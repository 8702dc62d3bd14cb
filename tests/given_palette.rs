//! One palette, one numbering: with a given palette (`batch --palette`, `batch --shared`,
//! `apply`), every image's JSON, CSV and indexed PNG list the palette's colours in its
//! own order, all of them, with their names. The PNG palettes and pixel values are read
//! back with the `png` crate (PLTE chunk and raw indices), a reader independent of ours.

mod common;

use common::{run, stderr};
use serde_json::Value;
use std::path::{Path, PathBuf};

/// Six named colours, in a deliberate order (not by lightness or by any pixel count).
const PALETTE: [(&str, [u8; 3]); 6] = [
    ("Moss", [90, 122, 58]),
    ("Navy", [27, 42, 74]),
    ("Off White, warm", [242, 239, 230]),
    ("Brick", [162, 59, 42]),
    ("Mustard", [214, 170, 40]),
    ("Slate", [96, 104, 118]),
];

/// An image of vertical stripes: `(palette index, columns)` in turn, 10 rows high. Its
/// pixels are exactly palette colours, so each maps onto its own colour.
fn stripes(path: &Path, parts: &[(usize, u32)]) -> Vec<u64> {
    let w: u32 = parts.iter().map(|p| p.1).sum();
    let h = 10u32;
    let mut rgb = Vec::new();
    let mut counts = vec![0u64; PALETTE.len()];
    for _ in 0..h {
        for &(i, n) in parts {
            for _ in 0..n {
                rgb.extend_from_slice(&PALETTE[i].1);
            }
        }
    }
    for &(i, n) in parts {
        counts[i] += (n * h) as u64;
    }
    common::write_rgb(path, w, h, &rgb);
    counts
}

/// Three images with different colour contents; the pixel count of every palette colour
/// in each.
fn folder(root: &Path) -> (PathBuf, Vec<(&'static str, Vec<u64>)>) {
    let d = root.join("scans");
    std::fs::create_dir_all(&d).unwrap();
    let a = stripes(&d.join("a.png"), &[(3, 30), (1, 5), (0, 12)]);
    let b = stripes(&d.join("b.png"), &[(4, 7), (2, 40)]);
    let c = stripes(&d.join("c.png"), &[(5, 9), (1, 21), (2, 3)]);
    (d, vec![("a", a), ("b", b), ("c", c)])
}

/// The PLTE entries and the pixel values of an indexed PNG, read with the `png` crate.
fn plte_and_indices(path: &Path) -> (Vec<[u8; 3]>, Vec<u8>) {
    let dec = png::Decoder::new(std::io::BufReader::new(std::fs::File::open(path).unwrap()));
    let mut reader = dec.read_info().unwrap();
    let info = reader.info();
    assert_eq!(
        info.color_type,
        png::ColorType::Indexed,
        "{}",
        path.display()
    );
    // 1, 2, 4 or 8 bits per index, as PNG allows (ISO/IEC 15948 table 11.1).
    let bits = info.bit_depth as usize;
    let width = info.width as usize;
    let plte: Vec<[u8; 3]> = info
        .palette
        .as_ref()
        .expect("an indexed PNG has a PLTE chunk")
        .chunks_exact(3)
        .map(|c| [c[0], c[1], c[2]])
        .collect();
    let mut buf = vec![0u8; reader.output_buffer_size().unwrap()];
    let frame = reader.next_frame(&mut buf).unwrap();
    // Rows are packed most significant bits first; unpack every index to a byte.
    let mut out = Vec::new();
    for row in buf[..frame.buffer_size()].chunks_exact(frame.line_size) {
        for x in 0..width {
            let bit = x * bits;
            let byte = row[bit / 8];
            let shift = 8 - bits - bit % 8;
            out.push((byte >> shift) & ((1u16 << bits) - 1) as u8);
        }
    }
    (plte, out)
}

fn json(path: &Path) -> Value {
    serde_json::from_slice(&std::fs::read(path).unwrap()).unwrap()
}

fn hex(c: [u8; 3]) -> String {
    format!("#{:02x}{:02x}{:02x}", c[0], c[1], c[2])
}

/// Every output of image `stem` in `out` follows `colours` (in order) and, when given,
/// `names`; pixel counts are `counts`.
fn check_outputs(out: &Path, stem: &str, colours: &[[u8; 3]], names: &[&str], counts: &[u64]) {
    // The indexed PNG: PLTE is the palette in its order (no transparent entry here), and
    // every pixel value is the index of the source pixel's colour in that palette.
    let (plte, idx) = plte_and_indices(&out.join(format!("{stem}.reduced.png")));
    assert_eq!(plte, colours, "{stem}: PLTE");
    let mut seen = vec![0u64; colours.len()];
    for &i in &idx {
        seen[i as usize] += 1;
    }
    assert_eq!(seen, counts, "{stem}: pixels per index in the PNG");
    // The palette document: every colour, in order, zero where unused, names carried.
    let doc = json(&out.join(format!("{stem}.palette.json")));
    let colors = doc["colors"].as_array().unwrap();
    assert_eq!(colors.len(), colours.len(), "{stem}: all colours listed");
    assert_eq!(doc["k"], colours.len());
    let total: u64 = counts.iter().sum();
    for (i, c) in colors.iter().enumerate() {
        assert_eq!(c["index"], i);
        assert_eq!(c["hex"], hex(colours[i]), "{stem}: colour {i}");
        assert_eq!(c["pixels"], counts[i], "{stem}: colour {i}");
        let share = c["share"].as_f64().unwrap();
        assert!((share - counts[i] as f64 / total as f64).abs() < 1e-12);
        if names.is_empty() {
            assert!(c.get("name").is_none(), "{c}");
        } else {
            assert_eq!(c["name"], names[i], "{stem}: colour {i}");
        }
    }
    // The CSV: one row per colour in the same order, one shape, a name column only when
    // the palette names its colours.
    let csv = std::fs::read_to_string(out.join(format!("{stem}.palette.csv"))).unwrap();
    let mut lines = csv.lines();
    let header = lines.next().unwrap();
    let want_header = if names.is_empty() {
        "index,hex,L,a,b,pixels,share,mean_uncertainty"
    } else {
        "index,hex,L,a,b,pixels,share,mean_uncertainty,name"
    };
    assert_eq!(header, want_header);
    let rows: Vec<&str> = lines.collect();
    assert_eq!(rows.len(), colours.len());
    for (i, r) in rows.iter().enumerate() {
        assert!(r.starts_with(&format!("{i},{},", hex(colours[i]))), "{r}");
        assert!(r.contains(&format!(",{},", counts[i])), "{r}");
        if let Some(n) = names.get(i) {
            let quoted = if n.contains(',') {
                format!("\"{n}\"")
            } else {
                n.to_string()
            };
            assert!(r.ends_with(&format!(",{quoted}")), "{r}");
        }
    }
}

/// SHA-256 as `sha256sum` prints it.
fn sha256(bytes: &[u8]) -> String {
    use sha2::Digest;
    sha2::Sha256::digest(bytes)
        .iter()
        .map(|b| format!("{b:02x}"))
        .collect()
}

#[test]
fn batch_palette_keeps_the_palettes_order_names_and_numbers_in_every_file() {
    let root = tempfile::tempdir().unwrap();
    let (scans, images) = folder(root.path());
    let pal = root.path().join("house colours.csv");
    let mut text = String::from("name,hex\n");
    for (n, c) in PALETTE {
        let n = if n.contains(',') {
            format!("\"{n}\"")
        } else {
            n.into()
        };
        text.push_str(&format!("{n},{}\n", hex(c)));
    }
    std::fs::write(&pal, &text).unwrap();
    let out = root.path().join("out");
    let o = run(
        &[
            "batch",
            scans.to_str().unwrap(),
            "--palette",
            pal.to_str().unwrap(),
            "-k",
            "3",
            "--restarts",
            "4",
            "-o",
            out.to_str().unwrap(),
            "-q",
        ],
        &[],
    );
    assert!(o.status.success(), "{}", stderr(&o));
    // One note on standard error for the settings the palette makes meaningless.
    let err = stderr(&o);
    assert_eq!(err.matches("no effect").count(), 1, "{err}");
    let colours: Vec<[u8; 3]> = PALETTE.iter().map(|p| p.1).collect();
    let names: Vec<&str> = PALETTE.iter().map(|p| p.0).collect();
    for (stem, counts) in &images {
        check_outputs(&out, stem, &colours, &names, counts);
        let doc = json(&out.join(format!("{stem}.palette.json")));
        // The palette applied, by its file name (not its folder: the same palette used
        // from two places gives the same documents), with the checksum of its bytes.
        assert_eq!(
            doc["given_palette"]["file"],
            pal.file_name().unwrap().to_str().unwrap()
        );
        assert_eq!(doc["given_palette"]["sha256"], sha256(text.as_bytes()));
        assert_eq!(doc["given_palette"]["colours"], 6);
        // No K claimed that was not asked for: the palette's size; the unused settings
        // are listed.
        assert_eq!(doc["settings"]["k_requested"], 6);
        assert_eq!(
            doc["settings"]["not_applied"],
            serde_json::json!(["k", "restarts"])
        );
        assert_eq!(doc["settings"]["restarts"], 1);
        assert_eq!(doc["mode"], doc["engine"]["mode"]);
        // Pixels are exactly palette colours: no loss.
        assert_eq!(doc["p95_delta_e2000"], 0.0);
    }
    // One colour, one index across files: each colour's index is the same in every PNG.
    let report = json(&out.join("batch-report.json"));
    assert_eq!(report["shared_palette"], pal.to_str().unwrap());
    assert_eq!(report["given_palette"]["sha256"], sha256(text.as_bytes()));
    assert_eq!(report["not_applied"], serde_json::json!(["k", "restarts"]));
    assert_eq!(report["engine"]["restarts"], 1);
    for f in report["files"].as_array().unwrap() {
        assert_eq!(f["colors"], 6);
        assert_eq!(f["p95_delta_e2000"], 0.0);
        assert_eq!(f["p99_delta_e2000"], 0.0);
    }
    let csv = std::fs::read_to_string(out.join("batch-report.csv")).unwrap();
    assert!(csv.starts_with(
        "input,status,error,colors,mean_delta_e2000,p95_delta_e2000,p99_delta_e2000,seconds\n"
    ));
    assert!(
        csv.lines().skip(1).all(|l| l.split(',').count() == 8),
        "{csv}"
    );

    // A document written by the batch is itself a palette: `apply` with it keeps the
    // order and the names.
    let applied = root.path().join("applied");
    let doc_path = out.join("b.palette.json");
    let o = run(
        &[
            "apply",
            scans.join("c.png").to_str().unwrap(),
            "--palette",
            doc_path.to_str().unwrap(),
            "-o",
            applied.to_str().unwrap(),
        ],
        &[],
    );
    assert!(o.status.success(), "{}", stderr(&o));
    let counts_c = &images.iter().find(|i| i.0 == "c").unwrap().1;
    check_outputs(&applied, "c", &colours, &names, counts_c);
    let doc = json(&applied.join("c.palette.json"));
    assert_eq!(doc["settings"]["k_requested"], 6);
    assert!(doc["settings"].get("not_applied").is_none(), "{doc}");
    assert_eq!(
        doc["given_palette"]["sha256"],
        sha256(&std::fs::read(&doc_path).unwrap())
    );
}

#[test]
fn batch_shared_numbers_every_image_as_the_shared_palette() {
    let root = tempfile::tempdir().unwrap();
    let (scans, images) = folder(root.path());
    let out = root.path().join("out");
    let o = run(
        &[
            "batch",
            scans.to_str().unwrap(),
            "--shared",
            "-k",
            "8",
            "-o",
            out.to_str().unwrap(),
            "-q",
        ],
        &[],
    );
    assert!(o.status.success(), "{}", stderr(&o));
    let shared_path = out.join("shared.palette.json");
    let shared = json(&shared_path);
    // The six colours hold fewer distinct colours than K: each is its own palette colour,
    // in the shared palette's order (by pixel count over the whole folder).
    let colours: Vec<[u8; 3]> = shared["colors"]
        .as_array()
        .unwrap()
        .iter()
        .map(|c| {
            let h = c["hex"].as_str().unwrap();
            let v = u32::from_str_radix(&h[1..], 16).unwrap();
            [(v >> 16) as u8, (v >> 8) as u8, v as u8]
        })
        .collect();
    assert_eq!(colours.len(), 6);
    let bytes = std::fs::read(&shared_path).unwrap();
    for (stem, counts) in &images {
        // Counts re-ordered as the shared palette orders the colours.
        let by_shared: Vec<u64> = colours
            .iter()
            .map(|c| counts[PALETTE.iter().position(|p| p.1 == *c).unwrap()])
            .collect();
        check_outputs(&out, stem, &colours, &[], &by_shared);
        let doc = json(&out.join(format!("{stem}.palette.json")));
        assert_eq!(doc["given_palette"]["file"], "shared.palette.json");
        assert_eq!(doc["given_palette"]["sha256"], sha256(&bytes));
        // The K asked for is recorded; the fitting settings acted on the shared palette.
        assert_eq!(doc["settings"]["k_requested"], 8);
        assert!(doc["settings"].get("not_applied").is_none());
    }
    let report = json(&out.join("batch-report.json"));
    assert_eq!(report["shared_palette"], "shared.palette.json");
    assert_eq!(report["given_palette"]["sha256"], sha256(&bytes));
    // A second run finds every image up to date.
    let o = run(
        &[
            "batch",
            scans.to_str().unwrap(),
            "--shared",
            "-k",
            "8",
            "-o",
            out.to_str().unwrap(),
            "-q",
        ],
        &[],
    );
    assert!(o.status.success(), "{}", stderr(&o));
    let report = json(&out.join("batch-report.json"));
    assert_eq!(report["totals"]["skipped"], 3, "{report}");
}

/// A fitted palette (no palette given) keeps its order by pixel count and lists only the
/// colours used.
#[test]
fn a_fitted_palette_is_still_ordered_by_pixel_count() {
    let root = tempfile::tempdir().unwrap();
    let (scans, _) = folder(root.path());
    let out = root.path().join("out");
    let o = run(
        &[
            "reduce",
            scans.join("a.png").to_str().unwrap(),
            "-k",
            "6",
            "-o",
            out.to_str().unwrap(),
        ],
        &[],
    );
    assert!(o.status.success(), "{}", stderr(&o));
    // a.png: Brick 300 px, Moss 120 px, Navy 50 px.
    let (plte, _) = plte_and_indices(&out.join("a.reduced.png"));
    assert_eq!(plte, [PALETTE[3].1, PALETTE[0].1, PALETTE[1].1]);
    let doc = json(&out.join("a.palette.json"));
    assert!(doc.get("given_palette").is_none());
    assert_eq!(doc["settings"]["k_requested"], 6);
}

• **DESCRIPTION OF THE TASK**: If a line in the listing includes the word "Brick", it counts; report the number of such lines and nothing else.

• **COMPLETED TASK**: 2